Selesai membersihkan diri Sabira turun ke lantai satu sembari membawa buku paket dan laptopnya, ia berniat mengerjakan tugas sekolah dihalaman belakang rumah.
Saat kakinya menapaki anak tangga terakhir tanpa sengaja Sabira melihat Andrew yang sepertinya baru pulang terlihat dari pakaiannya yang masih menggunakan setelan jas.
Dahi Sabira mengernyit bingung, setelah tidak pulang hampir satu minggu tanpa kabar dan akhirnya hari ini pria itu pulang juga.
"Baru pulang, Yah?"tanya Sabira pada Andrew yang ingin masuk ke dalam kamar pria itu yang kebetulan tidak jauh dari tangga.
Andrew yang sebelumnya tidak menyadari keberadaan Sabira disana langsung menoleh, dan menatap Sabira tanpa ekspresi. "Iya." jawabnya setelah diam cukup lama kemudian masuk ke dalam kamar tanpa mengatakan sepatah kata pun lagi.
Melihat itu Sabira hanya mendengus samar, padahal ia baru ingin bertanya kemana saja pria itu seminggu ini menghilang tanpa memberi kabar. Ya, setelah malam dimana Andrew memberitahu mbok Sari jika dia akan pulang terlambat, pria itu tidak ada kabar sama sekali lagi bahkan ponselnya tidak bisa dihubungi.
Jujur saja Sabira mencemaskan Ayahnya itu walau Andrew jarang ada dirumah, tapi baru kali ini dia tiba-tiba menghilang bahkan ponselnya tidak bisa dihubungi. Apalagi melihat raut wajahnya Andrew tadi meski terkesan datar namun sorot matanya terlihat sangat sayu, seperti orang kurang tidur. Apa sangat sibuk hingga tidak punya waktu untuk istirahat dengan cukup?

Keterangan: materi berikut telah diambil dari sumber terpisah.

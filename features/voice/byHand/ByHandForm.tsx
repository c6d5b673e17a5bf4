import { useState } from "react";
import { Controller, useForm, type Resolver } from "react-hook-form";
import { View } from "react-native";
import { Button } from "@/features/ui/Button";
import { Field } from "@/features/ui/Field";
import { Form } from "@/features/ui/Form";
import { IconButton } from "@/features/ui/IconButton";
import { Notice } from "@/features/ui/Notice";
import { PhoneFoot } from "@/features/ui/PhoneFoot";
import { Text } from "@/features/ui/Text";
import { useLayout } from "@/features/ui/useLayout";
import { noteName, parseNoteName } from "@/shared/music/pitch";
import type { SingingVoice } from "@/shared/keys/keyScore";
import { readByHand, usualComfort, type ByHandFields } from "./byHand";
import { NoteLadder } from "./NoteLadder";
import { noteWord } from "../noteWords";
import { useByHandDraft, useNoted } from "./useByHandDraft";

export interface ByHandFormProps {
  /** under which what was typed is found again after a reload */
  place: string;
  /** what the voice has now, to start from */
  voice: SingingVoice | null;
  busy: boolean;
  /** why keeping failed, in words */
  refusal: string | null;
  onKeep: (voice: SingingVoice) => void;
}

const rows: readonly { name: keyof ByHandFields; label: string; hint: string }[] = [
  { name: "lowest", label: "Lowest note", hint: "The lowest you can hold" },
  { name: "highest", label: "Highest note", hint: "The highest you can hold" },
  { name: "comfortLow", label: "Comfort low (optional)", hint: "The lowest you sing gladly" },
  { name: "comfortTop", label: "Comfort top (optional)", hint: "The highest you sing gladly" },
];

const resolver: Resolver<ByHandFields> = (values) => {
  const reading = readByHand(values);
  if (reading.ok) return { values, errors: {} };
  return {
    values: {},
    errors: Object.fromEntries(
      Object.entries(reading.errors).map(([name, message]) => [name, { type: "note", message }]),
    ),
  };
};

/** The four notes of a voice, typed or tapped. What was typed stays, also where it is wrong. */
export function ByHandForm({ place, voice, busy, refusal, onKeep }: ByHandFormProps) {
  const draft = useByHandDraft(place, fieldsOf(voice));
  const { control, handleSubmit, setValue, getValues, watch, trigger, reset, formState } = useForm<ByHandFields>({
    defaultValues: draft.start,
    resolver,
    mode: "onTouched",
  });
  const phone = useLayout() === "phone";
  const [active, setActive] = useState<keyof ByHandFields>("lowest");
  const values = watch();
  useNoted(values, draft.note);
  const set = (name: keyof ByHandFields, midi: number) => {
    setValue(name, noteName(midi), { shouldDirty: true });
    if (formState.isSubmitted || formState.errors[name]) void trigger();
  };
  const step = (name: keyof ByHandFields, by: number) =>
    set(name, (parseNoteName(getValues(name)) ?? startOf(name, values)) + by);
  const keep = handleSubmit((typed) => {
    const reading = readByHand(typed);
    if (reading.ok) onKeep(reading.voice);
  });
  const tap = (midi: number) => {
    set(active, midi);
    // Two taps are a voice: the second one is the highest note.
    if (active === "lowest" && getValues("highest") === "") setActive("highest");
  };
  const found = draft.found && (
    <Notice
      kind="good"
      testID="by-hand-restored"
      title="Your notes are back"
      action={
        <Button
          kind="text"
          small
          label="Start afresh"
          onPress={() => {
            reset(draft.base);
            draft.giveUp();
            // The button that was pressed is gone with its notice.
            document.querySelector("h1")?.focus({ preventScroll: true });
          }}
          testID="by-hand-afresh"
        />
      }
    >
      What you entered and did not keep stands here again.
    </Notice>
  );
  const refused = refusal !== null && (
    <Notice kind="error" title="Not kept">
      {refusal}
    </Notice>
  );
  const how = (
    <Text variant="small" tone="soft">
      Type a letter and an octave: C4 is the C in the middle of a piano. Singing a few seconds finds the same notes for
      you.
    </Text>
  );
  const button = (
    <Button
      submit
      label="Keep these notes"
      busy={busy}
      onPress={() => undefined}
      style={phone ? { flexGrow: 1 } : null}
      testID="by-hand-keep"
    />
  );
  const fieldOf = ({ name, label, hint }: (typeof rows)[number]) => (
    <Controller
      key={name}
      control={control}
      name={name}
      render={({ field, fieldState }) => (
        <View style={[{ flexDirection: "row", alignItems: "flex-start", gap: 4 }, phone ? pair : null]}>
          <View style={{ flexGrow: 1, flexShrink: 1 }}>
            <Field
              label={label}
              hint={hintFor(name, hint, values)}
              value={field.value}
              onChangeText={field.onChange}
              onBlur={field.onBlur}
              error={fieldState.error?.message}
              testID={`by-hand-${name}`}
            />
          </View>
          {!phone && (
            <View style={{ flexDirection: "row", marginTop: 26 }}>
              <SemitoneSteps label={label} onStep={(by) => step(name, by)} />
            </View>
          )}
        </View>
      )}
    />
  );
  const ladder = (
    <NoteLadder
      values={values}
      active={active}
      onActive={setActive}
      onNote={tap}
      steps={phone ? <SemitoneSteps label={labelOf(active)} onStep={(by) => step(active, by)} /> : null}
    />
  );
  if (phone) {
    const [low, high, ...comfort] = rows;
    return (
      <Form label="Notes of your voice" onSubmit={() => void keep()} gap={16}>
        {found}
        <View style={pairs}>{[low, high].map((row) => row && fieldOf(row))}</View>
        {ladder}
        <View style={pairs}>{comfort.map(fieldOf)}</View>
        {how}
        <PhoneFoot>
          {refused}
          {button}
        </PhoneFoot>
      </Form>
    );
  }
  return (
    <Form label="Notes of your voice" onSubmit={() => void keep()} gap={20}>
      {found}
      <View style={{ flexDirection: "row", gap: 64, alignItems: "flex-start" }}>
        <View style={{ gap: 20, flexGrow: 1, flexBasis: 0 }}>
          {rows.map(fieldOf)}
          {refused}
          {button}
          {how}
        </View>
        <View style={{ flexGrow: 1, flexBasis: 0 }}>{ladder}</View>
      </View>
    </Form>
  );
}

const pairs = { flexDirection: "row", gap: 12 } as const;
const pair = { flexGrow: 1, flexBasis: 0 } as const;

function labelOf(name: keyof ByHandFields): string {
  return rows.find((row) => row.name === name)?.label ?? "";
}

function SemitoneSteps({ label, onStep }: { label: string; onStep: (by: -1 | 1) => void }) {
  return (
    <>
      <IconButton icon="minus" label={`${label}: a semitone lower`} onPress={() => onStep(-1)} />
      <IconButton icon="plus" label={`${label}: a semitone higher`} onPress={() => onStep(1)} />
    </>
  );
}

/** In a field, accidentals stand as they are typed. */
function fieldsOf(voice: SingingVoice | null): ByHandFields {
  if (!voice) return { lowest: "", highest: "", comfortLow: "", comfortTop: "" };
  const { range, comfort } = voice;
  return {
    lowest: noteName(range.lowMidi),
    highest: noteName(range.highMidi),
    comfortLow: noteName(comfort.lowMidi),
    comfortTop: noteName(comfort.highMidi),
  };
}

/** Where + and - begin in an empty field: near the notes that are there, else around the middle C. */
function startOf(name: keyof ByHandFields, values: ByHandFields): number {
  const low = parseNoteName(values.lowest);
  const high = parseNoteName(values.highest);
  if (low !== null && high !== null && low < high) {
    const usual = usualComfort(low, high);
    return name === "comfortLow" || name === "lowest" ? usual.lowMidi : usual.highMidi;
  }
  if (name === "highest" || name === "comfortTop") return low === null ? 72 : low + 19;
  return high === null ? 55 : high - 19;
}

function hintFor(name: keyof ByHandFields, hint: string, values: ByHandFields): string {
  const low = parseNoteName(values.lowest);
  const high = parseNoteName(values.highest);
  if (low === null || high === null || low >= high || values[name] !== "") return hint;
  const usual = usualComfort(low, high);
  if (name === "comfortLow") return `${hint}; ${noteWord(usual.lowMidi)} is assumed`;
  return name === "comfortTop" ? `${hint}; ${noteWord(usual.highMidi)} is assumed` : hint;
}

Sabira terenyuh, hatinya sedikit iba melihat sang Ayah kelelahan maka dari itu ia mengurungkan niatnya untuk mengerjakan tugas dihalaman belakang dan pergi ke dapur guna membuatkan Andrew minuman.

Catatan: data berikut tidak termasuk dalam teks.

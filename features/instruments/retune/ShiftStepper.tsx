import { View } from "react-native";
import { IconButton } from "@/features/ui/IconButton";
import { Text } from "@/features/ui/Text";
import { highestShift, lowestShift, shiftWords } from "./retuneWords";

export interface ShiftStepperProps {
  /** what is shifted, in words */
  name: string;
  /** null where the strings differ */
  value: number | null;
  onChange: (value: number) => void;
  testID: string;
}

/** Semitones down or up. */
export function ShiftStepper({ name, value, onChange, testID }: ShiftStepperProps) {
  const now = value ?? 0;
  return (
    <View role="group" aria-label={`Shift of ${name}`} style={{ flexDirection: "row", alignItems: "center" }}>
      <IconButton
        icon="minus"
        label={`A semitone down: ${name}`}
        disabled={now <= lowestShift}
        onPress={() => onChange(now - 1)}
        testID={`${testID}-down`}
      />
      <Text variant="label" testID={testID} style={{ minWidth: 124, textAlign: "center" }}>
        {value === null ? "each its own" : shiftWords(value)}
      </Text>
      <IconButton
        icon="plus"
        label={`A semitone up: ${name}`}
        disabled={now >= highestShift}
        onPress={() => onChange(now + 1)}
        testID={`${testID}-up`}
      />
    </View>
  );
}
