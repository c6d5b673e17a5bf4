import { median } from "@/shared/signal/median";
import { hzToMidi } from "@/shared/music/pitch";
import type { LiveFrame } from "@/shared/voice/liveTracker";

/** The note that sounds now. */
export interface NoteNow {
  /** nearest semitone */
  midi: number;
  /** cents above (+) or below (-) it */
  cents: number;
  heldS: number;
  words: "On the line" | "A little flat" | "Flat" | "A little sharp" | "Sharp";
}

/** A breath or a consonant this short does not end a note. */
const gapFrames = 8;
const sameNoteSemitones = 0.6;
/** Frames of the same note that its pitch is the middle of: about one period of a vibrato. */
const recentFrames = 20;
/** A pitch this far from the newest one belongs to another note; a semitone away always does. */
const otherNoteSemitones = 0.8;
/** A single stray frame names nothing. */
const newestFrames = 3;

/**
 * What is being sung at the end of `frames` (one per 10 ms), or null where nobody sings. A new note is named as soon as
 * two frames hold it. Vibrato and a short breath do not end a note: its pitch is the median of its last 0.2 s, and it is
 * held as long as pitch stays within 60 cents.
 */
export function noteNow(frames: readonly LiveFrame[]): NoteNow | null {
  const centre = centreNow(frames);
  if (centre === null) return null;
  let held = 0;
  let gap = 0;
  for (let k = frames.length - 1; k >= 0; k -= 1) {
    const hz = frames[k]?.hz ?? null;
    if (hz === null || Math.abs(hzToMidi(hz) - centre) > sameNoteSemitones) gap += 1;
    else {
      gap = 0;
      held = frames.length - k;
    }
    if (gap > gapFrames) break;
  }
  const midi = Math.round(centre);
  const cents = Math.round(100 * (centre - midi));
  return { midi, cents, heldS: held / 100, words: wordsFor(cents) };
}

/** The newest pitch, smoothed over as much of the same note as has sounded without another one between. */
function centreNow(frames: readonly LiveFrame[]): number | null {
  const lately = frames.slice(-gapFrames).flatMap(({ hz }) => (hz === null ? [] : [hzToMidi(hz)]));
  if (lately.length === 0) return null;
  const newest = median(lately.slice(-newestFrames));
  const same: number[] = [];
  let other = 0;
  for (let k = frames.length - 1; k >= Math.max(0, frames.length - recentFrames) && other < newestFrames; k -= 1) {
    const hz = frames[k]?.hz ?? null;
    if (hz === null) continue;
    const midi = hzToMidi(hz);
    if (Math.abs(midi - newest) < otherNoteSemitones) same.push(midi);
    else other += 1;
  }
  return same.length === 0 ? null : median(same);
}

function wordsFor(cents: number): NoteNow["words"] {
  if (Math.abs(cents) <= 15) return "On the line";
  if (cents < 0) return cents < -30 ? "Flat" : "A little flat";
  return cents > 30 ? "Sharp" : "A little sharp";
}
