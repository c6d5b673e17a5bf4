import { checkAddresses, readAddresses } from "./readAddresses";

it("takes addresses from lines, commas and semicolons, with or without names, each once", () => {
  const text = "nils@orlow.example, Maren Oake <maren@orlow.example>\nNILS@orlow.example;\n odile@quay.orlow.example ";
  expect(readAddresses(text)).toEqual({
    emails: ["nils@orlow.example", "maren@orlow.example", "odile@quay.orlow.example"],
    unread: [],
  });
});

it("names what is no address, and asks for at least one and for no more than fifty", () => {
  expect(checkAddresses("nils@orlow.example\nthe banjo player")).toMatch(/not an e-mail address: the banjo player/);
  expect(checkAddresses(" \n")).toBe("Write at least one address.");
  const many = Array.from({ length: 51 }, (_, k) => `pupil${k}@orlow.example`).join("\n");
  expect(checkAddresses(many)).toMatch(/at most 50 .* these are 51/);
  expect(checkAddresses("nils@orlow.example")).toBeNull();
});
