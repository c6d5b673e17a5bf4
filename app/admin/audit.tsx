import { AdminOnly } from "@/features/account/admin/AdminOnly";
import { EventsPage } from "@/features/account/admin/EventsPage";
import { Screen } from "@/features/ui/Screen";

export default function AuditRoute() {
  return (
    <Screen title="Security events" crumb={{ label: "Account", href: "/account" }} wide>
      <AdminOnly here="events">
        <EventsPage />
      </AdminOnly>
    </Screen>
  );
}
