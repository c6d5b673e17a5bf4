import { midiToHz } from "@/shared/music/pitch";
import { noteNow } from "./noteNow";

const frames = (midis: (number | null)[]) =>
  midis.map((midi, k) => ({ t: k / 100, hz: midi === null ? null : midiToHz(midi), clarity: 0.9, levelDb: -20 }));
const held = (midi: number, count: number) => Array.from({ length: count }, () => midi);

it("names the note that sounds and how long it has been held", () => {
  expect(noteNow(frames([...held(62, 40), ...held(64.05, 130)]))).toEqual({
    midi: 64,
    cents: 5,
    heldS: 1.3,
    words: "On the line",
  });
});

it.each([
  [60.1, "On the line"],
  [60.2, "A little sharp"],
  [60.4, "Sharp"],
  [59.8, "A little flat"],
  [59.6, "Flat"],
])("says where %d lies against its line: %s", (midi, words) => {
  expect(noteNow(frames(held(midi, 50)))?.words).toBe(words);
});

it("takes vibrato and a short breath for one note", () => {
  const vibrato = Array.from({ length: 100 }, (_, k) => 64 + 0.4 * Math.sin((2 * Math.PI * 5.5 * k) / 100));
  const note = noteNow(frames([...vibrato, ...Array.from({ length: 5 }, () => null), ...vibrato.slice(0, 50)]));
  expect(note?.midi).toBe(64);
  expect(note?.heldS).toBeCloseTo(1.55, 1);
});

it("is silent when nobody sings", () => {
  expect(noteNow([])).toBeNull();
  expect(noteNow(frames([...held(60, 50), ...Array.from({ length: 30 }, () => null)]))).toBeNull();
});

it("names a new note, even a semitone away, from its second frame on", () => {
  expect(noteNow(frames([...held(60, 60), ...held(61, 1)]))?.midi).toBe(60);
  expect(noteNow(frames([...held(60, 60), ...held(61, 2)]))?.midi).toBe(61);
  expect(noteNow(frames([...held(60, 60), ...held(67, 2)]))?.midi).toBe(67);
});

it("passes over a single stray frame", () => {
  expect(noteNow(frames([...held(60, 60), 72]))?.midi).toBe(60);
});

"Non mau minum apa? Sini biar mbok aja yang buatkan,"kata mbok Sari yang melihat keberadaan nona mudanya.
"Biar Sabir aja, mbok, ini buat Ayah." tolak Sabira seraya memasukkan gula kedalam gelas. Gadis itu begitu telaten membuatkan teh untuk sang Ayah.
Mbok Sari memperhatikan dengan senyum lembut yang terpancar diwajahnya.
"Sabir ke kamar Ayah dulu, mbok, anterin ini."ucapnya dengan tangan membawa nampan yang diatasnya segelas teh.
Sabira melangkah menuju kamar Andrew, ketika berada di depan kamar sang Ayah, ia mengetuk pintu tersebut.
Tok Tok
Tidak lama kemudian daun pintu dihadapan Sabira terbuka bersamaan dengan nampaknya Andrew.
"Ada apa?"tanya Andrew lalu melirik apa yang Sabira bawa.
"Mau anterin ini."Sabira mengulurkan nampan itu membuat sebelah alis Andrew terangkat. "Sabira yang buat, diminum ya." tambahnya lagi.
Tidak menolak, Andrew menerima pemberian Sabira ia memang membutuhkan sesuatu yang hangat mungkin dengan meminum teh ini bisa membantu tubuhnya menjadi sedikit rileks.
"Pergilah ayah mau istirahat."usai mengucapkan hal itu Andrew langsung menutup pintu kamarnya.
Sabira yang sudah terbiasa dengan sikap dengan sikap dingin Andrew, hanya mengangkat bahu acuh lalu pergi dari sana.
——
Jari-jari Sabira bergerak lincah diatas keyboard laptop, sesekali matanya yang menggunakan kacamata baca melirik buku paket disampingnya.
Sabira begitu fokus dengan apa yang ia lakukan saking fokusnya dahinya nampak mengernyit jika ada sesuatu yang kiranya tidak ia mengerti.
Drrttt
Sabira terlonjak kaget saat suara ponselnya berbunyi memecah keheningan kamarnya, karena benda pipih itu ada diatas ranjang dengan terpaksa Sabira beranjak untuk mengambilnya.